Effect of Ga2O3 Content on the Activity of Al2O3-Supported Catalysts for the CO2-Assisted Oxidative Dehydrogenation of Propane

Propylene production through the CO2-assisted oxidative dehydrogenation of propane (CO2-ODP) is an effective route able to address the ever-increasing demand for propylene and simultaneously utilize CO2. In this study, a series of alumina-supported gallium oxide catalysts of variable Ga2O3 loading was synthesized, characterized, and evaluated with respect to their activity for the CO2-ODP reaction.
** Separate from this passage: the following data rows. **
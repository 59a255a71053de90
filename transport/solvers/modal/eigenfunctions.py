"""Eigenfunctions of the layered operator: two-sided shooting and closed-form norms.

Eigenfunctions are obtained by shooting from both ends with normalised states and a
running log-scale, and joined at the face where the two shots agree best; this keeps
exponentially decaying modes (high contrast, high Peclet) accurate.  Thick evanescent
layers are stepped in growing/decaying components so a (nearly) pure decaying state is
never lost.  Weighted norms are in closed form.  See :mod:`transport.solvers.modal.spectrum` for the
operator and the eigenvalues.
"""
from __future__ import annotations

from dataclasses import dataclass

import numpy as np

from transport.solvers.modal.operator import ENDPOINT_FORM_MIN, Operator, sinc, tanhc

__all__ = ["Modes", "modes"]


# ----------------------------------------------------------------------------------
# Eigenfunctions
# ----------------------------------------------------------------------------------

def _series_1m_sinc2(x):
    """(1 - sinc(2x)) / x^2, accurate for all x >= 0."""
    y2 = 4.0 * x * x
    small = x < 0.1
    series = 4.0 * (1 / 6 - y2 / 120 + y2 ** 2 / 5040 - y2 ** 3 / 362880
                    + y2 ** 4 / 39916800)
    xs = np.where(small, 1.0, x)
    return np.where(small, series, (1.0 - sinc(2.0 * xs)) / (xs * xs))


def _series_shc2_m1(x):
    """(sinh(2x)/(2x) - 1) / x^2, accurate for 0 <= x <= ~1."""
    y2 = 4.0 * x * x
    small = x < 0.1
    series = 4.0 * (1 / 6 + y2 / 120 + y2 ** 2 / 5040 + y2 ** 3 / 362880
                    + y2 ** 4 / 39916800)
    xs = np.where(small, 1.0, x)
    return np.where(small, series, (np.sinh(2 * xs) / (2 * xs) - 1.0) / (xs * xs))


def _shc(x):
    """sinh(x)/x with the limit 1."""
    xs = np.where(x < 1e-8, 1.0, x)
    return np.where(x < 1e-8, 1.0, np.sinh(xs) / xs)


@dataclass(frozen=True)
class Modes:
    """Normalised eigenfunctions psi_n (weight a, unit norm) of the layered operator.

    States (v, p = k v') at the faces are stored normalised with a log scale:
    psi_n(z_j) = v[j, n] * exp(logs[j, n]).
    """

    op: Operator
    lam: np.ndarray  # (n,)
    v: np.ndarray  # (N+1, n)
    p: np.ndarray  # (N+1, n)
    logs: np.ndarray  # (N+1, n)

    @property
    def n_modes(self) -> int:
        return self.lam.size

    def layer_of(self, z):
        z = np.asarray(z, dtype=float)
        idx = np.searchsorted(self.op.z, z, side="right") - 1
        return np.clip(idx, 0, self.op.n_layers - 1)

    def evaluate(self, z, exp_sign: int = 0, modes=slice(None)):
        """psi_n(z) * exp(exp_sign A(z)) and k psi_n'(z) * exp(exp_sign A(z)).

        Returns two arrays of shape (z.size, n).
        """
        op = self.op
        z = np.atleast_1d(np.asarray(z, dtype=float))
        lam = self.lam[modes]
        out_f = np.zeros((z.size, lam.size))
        out_p = np.zeros((z.size, lam.size))
        lay = self.layer_of(z)
        for i in np.unique(lay):
            sel = np.flatnonzero(lay == i)
            s = (z[sel] - op.z[i])[:, None]
            f, pp = _layer_values(op, i, lam, self.v[:, modes], self.p[:, modes],
                                  self.logs[:, modes], s, exp_sign)
            out_f[sel] = f
            out_p[sel] = pp
        return out_f, out_p


def _layer_values(op, i, lam, V, P, L, s, exp_sign):
    """Values of psi and k psi' inside layer i at local depths s (column vector)."""
    l, k = op.thickness[i], op.k[i]
    w2 = (lam * op.a[i] - op.s[i]) / k
    w = np.sqrt(np.abs(w2))
    x = w * l
    trig = w2 > 0
    endpoint = (~trig) & (x > ENDPOINT_FORM_MIN)
    expo = exp_sign * (op.A[i] + op.alpha[i] * s)
    # forms using the state at the top of the layer
    v0, p0, l0 = V[i], P[i], L[i]
    ws = w * s
    cs = np.where(trig, np.cos(ws), np.cosh(np.where(trig, 0.0, np.minimum(ws, 700))))
    sn = np.where(trig, s * sinc(ws), s * _shc(np.where(trig, 0.0, np.minimum(ws, 700))))
    f_top = v0 * cs + (p0 / k) * sn
    # trig: k psi' = -k w^2 s sinc(ws) v0 + p0 cos(ws); hyperbolic: the same with
    # w^2 -> -b^2, sinc -> sinh(x)/x, cos -> cosh
    p_top = -k * w2 * sn * v0 + p0 * cs
    val = f_top * np.exp(l0 + expo)
    der = p_top * np.exp(l0 + expo)
    if endpoint.any():
        v1, l1 = V[i + 1], L[i + 1]
        lm = np.maximum(l0, l1)
        V0 = v0 * np.exp(l0 - lm)
        V1 = v1 * np.exp(l1 - lm)
        e = np.exp(-x)
        det = -np.expm1(-2 * x)
        E = (V0 - V1 * e) / det
        F = (V1 - V0 * e) / det
        em = np.exp(-w * s)
        ep = np.exp(-w * np.maximum(l - s, 0.0))
        scale = np.exp(lm + expo)
        ve = (E * em + F * ep) * scale
        de = k * w * (F * ep - E * em) * scale
        val = np.where(endpoint, ve, val)
        der = np.where(endpoint, de, der)
    return val, der


def _shoot(op, lam, direction):
    """Normalised states (v, p) and log scales at every face, from one end."""
    nL = op.n_layers
    n = lam.size
    V = np.zeros((nL + 1, n))
    P = np.zeros((nL + 1, n))
    L = np.zeros((nL + 1, n))
    end = "top" if direction > 0 else "bottom"
    c_v, c_p, _ = op.v_condition(end)
    j0 = 0 if direction > 0 else nL
    i_edge = 0 if direction > 0 else nL - 1
    sc = op.k[i_edge] / op.thickness[i_edge]
    nrm = np.hypot(sc * c_p, c_v)
    V[j0] = c_p / nrm
    P[j0] = -c_v / nrm
    order = range(nL) if direction > 0 else range(nL - 1, -1, -1)
    for i in order:
        jin, jout = (i, i + 1) if direction > 0 else (i + 1, i)
        l, k = op.thickness[i], op.k[i]
        w2 = (lam * op.a[i] - op.s[i]) / k
        trig = w2 > 0
        x = np.sqrt(np.abs(w2)) * l
        v, p = V[jin], P[jin]
        d = float(direction)
        # trig: [cos, d l/k sinc; -d k w^2 l sinc, cos]; hyperbolic scaled by cosh
        c = np.where(trig, np.cos(x), 1.0)
        b12 = np.where(trig, l / k * sinc(x), l / k * tanhc(x))
        b21 = np.where(trig, -k * w2 * l * sinc(x), (k / l) * x * np.tanh(x))
        v1 = c * v + d * b12 * p
        p1 = d * b21 * v + c * p
        logc = np.where(trig, 0.0, x + np.log1p(np.exp(-2 * x)) - np.log(2.0))
        big = (~trig) & (x > 1.0)
        if big.any():
            # thick hyperbolic step in growing/decaying components: scaling the cosh/sinh
            # matrix by cosh makes it rank one in floating point (tanh x = 1), losing a
            # state that is (almost) pure decaying; the components keep it exactly
            kb = k * np.sqrt(np.abs(w2[big]))
            vb, pb, xb = v[big], p[big], x[big]
            g = 0.5 * (vb + pb / kb)  # grows like e^{+beta s} in the shooting direction
            h = 0.5 * (vb - pb / kb)
            damp = np.exp(-2 * xb)
            g1, h1 = (g, h * damp) if direction > 0 else (g * damp, h)
            v1 = v1.copy()
            p1 = p1.copy()
            v1[big] = g1 + h1
            p1[big] = kb * (g1 - h1)
            logc = np.where(big, x, logc)
        sc = k / l
        nrm = np.hypot(sc * v1, p1)
        V[jout] = v1 / nrm
        P[jout] = p1 / nrm
        L[jout] = L[jin] + logc + np.log(nrm)
    return V, P, L


def modes(op: Operator, lam) -> Modes:
    """Normalised eigenfunctions for the eigenvalues ``lam``."""
    lam = np.asarray(lam, dtype=float)
    VL, PL, LL = _shoot(op, lam, +1)
    VR, PR, LR = _shoot(op, lam, -1)
    nL = op.n_layers
    # scale used to compare directions at face j
    lay = np.minimum(np.arange(nL + 1), nL - 1)
    sc = (op.k[lay] / op.thickness[lay])[:, None]
    cross = np.abs(sc * VL * PR - PL * sc * VR)
    dot = sc * sc * VL * VR + PL * PR
    cross = cross / np.hypot(sc * VL, PL) / np.hypot(sc * VR, PR)
    jstar = np.argmin(cross, axis=0)  # face where both shots agree best
    cols = np.arange(lam.size)
    d_star = dot[jstar, cols]
    rr = (sc[jstar, 0] ** 2) * VR[jstar, cols] ** 2 + PR[jstar, cols] ** 2
    coef = d_star / rr
    sign = np.sign(coef)
    sign[sign == 0] = 1.0
    shift = LL[jstar, cols] - LR[jstar, cols] + np.log(np.abs(coef) + 1e-300)
    use_left = np.arange(nL + 1)[:, None] <= jstar[None, :]
    V = np.where(use_left, VL, sign * VR)
    P = np.where(use_left, PL, sign * PR)
    Ls = np.where(use_left, LL, LR + shift)
    log_norm = _log_norm(op, lam, V, P, Ls)
    return Modes(op=op, lam=lam, v=V, p=P, logs=Ls - 0.5 * log_norm)


def _log_norm(op, lam, V, P, L):
    """log of the weighted norm sum_i a_i int psi^2 (closed form per layer)."""
    parts = []
    for i in range(op.n_layers):
        l, k = op.thickness[i], op.k[i]
        w2 = (lam * op.a[i] - op.s[i]) / k
        trig = w2 > 0
        w = np.sqrt(np.abs(w2))
        x = w * l
        v, pk = V[i], P[i] / k
        # trig: v^2 l/2 (1 + sinc 2x) + (p/k)^2 l^3/2 f1 + v (p/k) l^2 sinc^2 x
        xt = np.where(trig, x, 0.0)
        xh = np.where(trig, 0.0, np.minimum(x, ENDPOINT_FORM_MIN))
        t_int = (v * v * 0.5 * l * (1 + sinc(2 * xt)) + pk * pk * 0.5 * l ** 3
                 * _series_1m_sinc2(xt) + v * pk * l * l * sinc(xt) ** 2)
        h_int = (v * v * 0.5 * l * (1 + _shc(2 * xh)) + pk * pk * 0.5 * l ** 3
                 * _series_shc2_m1(xh) + v * pk * l * l * _shc(xh) ** 2)
        integral = np.where(trig, t_int, h_int)
        logi = np.log(np.maximum(integral, 1e-300)) + 2 * L[i]
        endpoint = (~trig) & (x > ENDPOINT_FORM_MIN)
        if endpoint.any():
            lm = np.maximum(L[i], L[i + 1])
            V0 = v * np.exp(L[i] - lm)
            V1 = V[i + 1] * np.exp(L[i + 1] - lm)
            e = np.exp(-x)
            det = -np.expm1(-2 * x)
            E = (V0 - V1 * e) / det
            F = (V1 - V0 * e) / det
            wsafe = np.where(w > 0, w, 1.0)
            e_int = (E * E + F * F) * det / (2 * wsafe) + 2 * E * F * l * e
            loge = np.log(np.maximum(e_int, 1e-300)) + 2 * lm
            logi = np.where(endpoint, loge, logi)
        parts.append(np.log(op.a[i]) + logi)
    parts = np.array(parts)
    top = parts.max(axis=0)
    return top + np.log(np.sum(np.exp(parts - top), axis=0))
It was found that both the catalysts’ physicochemical characteristics and performance were strongly affected by the amount of Ga2O3 dispersed on Al2O3. Surface basicity was maximized for the sample containing 20 wt.% Ga2O3, whereas surface acidity was monotonically increased with increasing Ga2O3 loading. A volcano-type correlation was found between catalytic performance and acid/base properties, according to which propane conversion and propylene yield exhibited optimum values for intermediate surface basicity and acidity, which both correspond to the sample containing 30 wt.% Ga2O3. The dispersion of a suitable amount of Ga2O3 on the Al2O3 surface not only enhances the conversion of propane to propylene but also suppresses the formation of side products (C2H4, CH4, and C2H6) at temperatures of practical interest. The 30%Ga2O3-Al2O3 catalyst exhibited very good stability at 550 °C, where byproduct formation and carbon deposition were limited. Mechanistic studies indicated that the reaction proceeds through a two-step oxidative route with the participation of CO2 in the abstraction of H2, originating from propane dehydrogenation, through the reverse water–gas reaction (RWGS) reaction, shifting the thermodynamic equilibrium towards propylene generation.